Knowing I had very little food in the house, I had planned to stop by Busboys and Poets on the way home – Busboys is one of the few restaurants in DC that has reliable vegan options, and their vegan nachos are both gluten-free and delicious. They’re also no longer available for takeout orders, which was crushing, given my state of mind. The Chipotle next door had a line to the door, so I ended up at Sweetgreen. Raw greens are not easy for me on a good day, and even though I ordered a salad that included quinoa and tofu, what I got was basically a bowl of raw spinach and kale.

So now I’m near tears from pain and frustration and I’ve got a useless $8 salad. (Also, yes, this post is whiny, privileged b.s. It’s supposed to be about how I’m dealing with IBS though, so I’m getting to that next.)




Starting to look more digestible…

Step One: Throw on some quinoa.

Step Two: Heat some oil in a wok and add the giant salad. I covered the wok and let this cook down for about five minutes on medium heat. It turned into two good-sized servings of vegetables.
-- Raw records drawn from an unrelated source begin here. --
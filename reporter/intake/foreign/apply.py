"""A file read by a mapping: readings with their places, what was left out and why, and what is wrong."""

from __future__ import annotations

from collections import Counter
from collections.abc import Sequence
from dataclasses import dataclass, field, replace
from datetime import date, datetime
from itertools import pairwise
from pathlib import Path

from reporter.intake.dates import Fault
from reporter.intake.foreign.grid import Grid, Page, letters, read_grid
from reporter.intake.foreign.mapping import MappedColumn, Mapping, differences_of
from reporter.intake.foreign.model import Desk
from reporter.intake.foreign.numbers import hundredfold, style_of
from reporter.intake.foreign.sort import sort_rows
from reporter.intake.foreign.tables import Table, at, find_tables
from reporter.intake.foreign.times import TimeStyle, joined, order_of
from reporter.intake.foreign.wording import read_cell
from reporter.intake.gather import Gathered
from reporter.intake.table import Raw
from reporter.intake.workbook import ranges
from reporter.problems import Place, Problem
from reporter.record import Reading, ReadingKind, ReadingRow, Readings, SourceFile


@dataclass(frozen=True, slots=True)
class LeftOut:
    """A row that is no reading: its place and why."""

    place: Place
    why: str


@dataclass(frozen=True, slots=True)
class Report:
    """What was understood of a file."""

    file: str
    mapping: str
    rows: int = 0
    left_out: tuple[LeftOut, ...] = ()
    first: datetime | None = None
    last: datetime | None = None
    step: float = 0.0
    gaps: tuple[tuple[datetime, datetime], ...] = ()
    merged: int = 0
    columns: tuple[str, ...] = ()

    def lines(self) -> tuple[str, ...]:
        """The report in lines of plain text."""
        lines = [f"read by the mapping {self.mapping!r}: {self.rows} rows of readings"]
        if self.first is not None and self.last is not None:
            lines.append(f"time: {self.first:%Y-%m-%d %H:%M:%S} to {self.last:%Y-%m-%d %H:%M:%S}, each {self.step:g} s")
        lines += [f"column {words}" for words in self.columns]
        lines += [f"gap: nothing between {a:%Y-%m-%d %H:%M:%S} and {b:%Y-%m-%d %H:%M:%S}" for a, b in self.gaps[:10]]
        if len(self.gaps) > 10:
            lines.append(f"and {len(self.gaps) - 10} more gaps")
        if self.merged:
            lines.append(f"{self.merged} rows stood twice with the same readings and count once")
        lines += [f"left out {out.place.text()}: {out.why}" for out in self.left_out[:20]]
        if len(self.left_out) > 20:
            lines.append(f"and {len(self.left_out) - 20} more rows left out")
        return tuple(lines)


@dataclass(frozen=True, slots=True)
class ForeignReadings:
    """What a mapping gave: readings, the report, every problem, the columns they came from, the file."""

    readings: Readings
    report: Report
    problems: tuple[Problem, ...]
    columns: tuple[MappedColumn, ...] = ()
    time: TimeStyle = field(default_factory=TimeStyle)
    source: SourceFile = field(default_factory=lambda: SourceFile("", "", 0))


def apply(path: str | Path, mapping: Mapping, *, day: date | None = None) -> ForeignReadings:
    """Read a file by a mapping.

    Parameters
    ----------
    path
        The logger's file.
    mapping
        Made for files of its shape; another shape is a problem that says the difference.
    day
        The test date, where the mapping says that the file holds times alone.

    Returns
    -------
    ForeignReadings
        Rows in time order.  Nothing is raised for what is in the file.
    """
    return apply_to_grid(read_grid(path), mapping, day=day)


def apply_to_grid(grid: Grid, mapping: Mapping, *, day: date | None = None) -> ForeignReadings:
    """The same for a grid already read."""
    gathered = Gathered(grid.source.name)
    every = find_tables(grid)
    tables = [table for table in every if mapping.fits(table)]
    tables = [table for table in tables if not (table.page.hidden and mapping.hidden == "leave out")]
    changed = differences_of(mapping, grid, every) if grid.pages else ()
    if grid.pages and (changed or not tables):
        code = "mapping-differs" if every else "no-readings-table"
        gathered.add(code, gathered.place(), "; ".join(changed) or "only hidden sheets have the table")
    lanes = [(index, column) for index, column in enumerate(mapping.columns) if column.use == "reading"]
    empty = Readings(tuple(column.channel for _, column in lanes), (), (), Place(grid.source.name))
    if gathered.unreadable or not grid.pages:
        problems = (*grid.problems, *gathered.all())
        return ForeignReadings(empty, Report(grid.source.name, mapping.name), problems, source=grid.source)
    work = _Reader(grid, mapping, gathered, day)
    for table in tables:
        work.read(table)
    rows = work.in_order()
    columns = tuple(letters(tables[0].columns[index]) for index, _ in lanes)
    readings = Readings(empty.channels, columns, tuple(rows), Place(grid.source.name, tables[0].page.sheet))
    report = _report(work, rows, [column for _, column in lanes], columns)
    if work.left_out:
        first = work.left_out[0]
        counts = Counter(out.why.split(":")[0] for out in work.left_out)
        found = ", ".join(f"{count} ({why})" for why, count in counts.items())
        gathered.add("rows-left-out", first.place, found)
    for page in {id(table.page): table.page for table in tables}.values():
        rows_hidden = f"rows {ranges(page.number(row) for row in page.hidden_rows)}" if page.hidden_rows else ""
        if hidden := "the sheet" if page.hidden else rows_hidden:
            gathered.add("hidden-read", gathered.place(page.sheet), hidden)
    for count, place, lowest in work.negative.values():
        gathered.add("negative-reading", place, f"{count} readings, the lowest {lowest:g}")
    if not rows and not gathered.unreadable:
        gathered.add("no-readings-table", readings.place, "a header and no row of readings")
    used = tuple(column for _, column in lanes)
    problems = (*grid.problems, *gathered.all())
    return ForeignReadings(readings, report, problems, used, mapping.time, grid.source)


class _Reader:
    """The tables of one file on their way to rows of readings."""

    def __init__(self, grid: Grid, mapping: Mapping, gathered: Gathered, day: date | None) -> None:
        self.grid, self.mapping, self.gathered, self.day = grid, mapping, gathered, day
        self.words = dict(mapping.words)
        self.rows: list[ReadingRow] = []
        self.places: dict[int, Place] = {}
        self.left_out: list[LeftOut] = []
        self.negative: dict[str, tuple[int, Place, float]] = {}
        self.merged = 0

    def read(self, table: Table) -> None:
        """Read one table."""
        columns = list(zip(table.columns, self.mapping.columns, strict=True))
        times = [column for column, mapped in columns if mapped.use == "time"]
        lanes = [(column, mapped) for column, mapped in columns if mapped.use == "reading"]
        self._still_so(table, times, [column for column, _ in lanes])
        known: list[dict[Raw, Reading]] = [{} for _ in lanes]
        order = self.mapping.time.order
        for found in sort_rows(table, times, [c for c, _ in lanes], order, cut_off=self.grid.cut_off):
            place = self.grid.place(table.page, found.row, times[0], "Time")
            if found.fault:
                shown = " ".join(str(at(table.page.rows[found.row], c) or "") for c in times).strip()
                untimed = found.fault == "not-a-time"
                expected = f"a time, {order}" if untimed else ""
                self.gathered.add(found.fault, place, repr(shown) if untimed else found.why, expected=expected)
                continue
            if not found.stamps:
                self.left_out.append(LeftOut(place, found.why))
                if found.note:
                    self.gathered.add(found.note, place, found.why)
                continue
            moment = joined(found.stamps, self.day if self.mapping.time.day else None, self.mapping.time)
            if moment is None:
                self.gathered.add("not-a-time", place, "a stamp without its day or its time of day")
                continue
            readings = tuple(
                self._reading(table, found.row, lane, cache) for lane, cache in zip(lanes, known, strict=True)
            )
            number = table.page.number(found.row)
            self.places[len(self.rows)] = place
            self.rows.append(ReadingRow(moment, number, readings))

    def _reading(self, table: Table, row: int, lane: tuple[int, MappedColumn], known: dict[Raw, Reading]) -> Reading:
        column, mapped = lane
        page = table.page
        value = at(page.rows[row], column)
        if (row, column) in page.uncalculated:
            place = self.grid.place(page, row, column, mapped.channel)
            self.gathered.add("formula-without-value", place, "a formula that was never calculated")
            return Reading(ReadingKind.ERROR, None, "")
        percent = (row, column) in page.percent
        if not percent and (ready := known.get(value)) is not None:
            self._see(page, (row, column), mapped.channel, ready)
            return ready
        if percent and isinstance(value, float) and mapped.unit == "%":
            value = hundredfold(value)
        read = read_cell(value, mapped.unit, self.mapping.numbers, self.words)
        wrong = percent and mapped.unit not in ("%", "1")
        fault = Fault("wrong-dimension", f"{value} as a percentage", f"a number in {mapped.unit}") if wrong else None
        if fault is None and isinstance(read, Fault):
            fault = read
        if fault is not None or isinstance(read, Fault):
            fault = fault or Fault("text-for-number", str(value))
            place = self.grid.place(page, row, column, mapped.channel)
            self.gathered.add(fault.code, place, fault.found, expected=fault.expected)
            return Reading(ReadingKind.ERROR, None, str(value))
        if not percent:
            known[value] = read
        self._see(page, (row, column), mapped.channel, read)
        return read

    def _see(self, page: Page, where: tuple[int, int], channel: str, reading: Reading) -> None:
        """Count the negative readings of a channel; they are kept."""
        if reading.kind is ReadingKind.NUMBER and reading.value is not None and reading.value < 0.0:
            place = self.grid.place(page, *where, channel)
            count, first, lowest = self.negative.get(channel, (0, place, 0.0))
            self.negative[channel] = (count + 1, first, min(lowest, reading.value))

    def _still_so(self, table: Table, times: Sequence[int], lanes: Sequence[int]) -> None:
        """Hold the order of the dates and the decimal mark of the mapping against the file."""
        rows = table.page.rows[table.first : table.last]
        for column in times:
            desk = Desk({}, self.grid.source.name)
            place = self.grid.place(table.page, table.first, column, "Time")
            order = order_of([at(row, column) for row in rows], desk, place, epoch="")
            own = self.mapping.time.order
            if order in ("day first", "month first") and order != own and own in ("day first", "month first"):
                self.gathered.add("mapping-differs", place, f"dates are {order}, in the mapping {own}")
        desk = Desk({}, self.grid.source.name)
        style = style_of((c for row in rows for i in lanes if isinstance(c := at(row, i), str)), (), desk)
        telling = bool(desk.evidence) and not desk.open
        if telling and style.decimal != self.mapping.numbers.decimal:
            found = f"the decimal mark is {style.decimal!r}, in the mapping {self.mapping.numbers.decimal!r}"
            self.gathered.add("mapping-differs", self.gathered.place(table.page.sheet), found)

    def in_order(self) -> list[ReadingRow]:
        """The rows by time; a time that stands twice with the same readings counts once, else is a problem."""
        for index, (before, after) in enumerate(pairwise(self.rows), start=1):
            if after.time < before.time:
                found = f"{after.time:%Y-%m-%d %H:%M:%S} after {before.time:%Y-%m-%d %H:%M:%S}"
                code = "run-across-midnight" if self.mapping.time.day else "readings-out-of-order"
                self.gathered.add(code, self.places[index], found)
                break
        ordered = sorted(enumerate(self.rows), key=lambda pair: pair[1].time)
        kept: list[ReadingRow] = []
        for index, row in ordered:
            if kept and kept[-1].time == row.time:
                if same_readings(kept[-1], row):
                    self.merged += 1
                    continue
                found = f"{row.time:%Y-%m-%d %H:%M:%S}, also in row {kept[-1].row}, with other readings"
                self.gathered.add("duplicate-time", self.places[index], found)
            kept.append(row)
        return kept


def same_readings(one: ReadingRow, two: ReadingRow) -> bool:
    """Whether two rows hold the same readings; the texts may differ."""
    plain = [tuple((r.kind, r.value) for r in row.readings) for row in (one, two)]
    return plain[0] == plain[1]


def _report(work: _Reader, rows: Sequence[ReadingRow], used: Sequence[MappedColumn], columns: Sequence[str]) -> Report:
    steps = [(b.time - a.time).total_seconds() for a, b in pairwise(rows)]
    step = Counter(steps).most_common(1)[0][0] if steps else 0.0
    gaps = tuple((a.time, b.time) for (a, b), s in zip(pairwise(rows), steps, strict=True) if step and s > 1.5 * step)
    words = tuple(
        f"{letter}: {column.channel} in {column.unit}, {column.basis}"
        for letter, column in zip(columns, used, strict=True)
    )
    file, left_out = work.grid.source.name, tuple(work.left_out)
    report = Report(file, work.mapping.name, len(rows), left_out, gaps=gaps, columns=words)
    if not rows:
        return report
    return replace(report, first=rows[0].time, last=rows[-1].time, step=step, merged=work.merged)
As you can see, there wasn’t much quinoa to speak of in the original salad.

Step Three: Open a can of garbanzo beans, drain and rinse.

Step Four: Combine about a cup of cooked quinoa, 1/2 a cup of garbanzo beans, about 1/2 the veggies and a tablespoon of nutritional yeast in a bowl.




Step Five: Enjoy your IBS-friendly “salad.”

This turned out to be pretty damn delicious, although a lot more labor intensive than I had originally planned for this evening. I’m supposed to be meeting friends to celebrate someone’s new job, but I’m waiting for the pain killers to kick in. Either that, or I’m spending a rockin’ Saturday night on the couch watching The Tudors.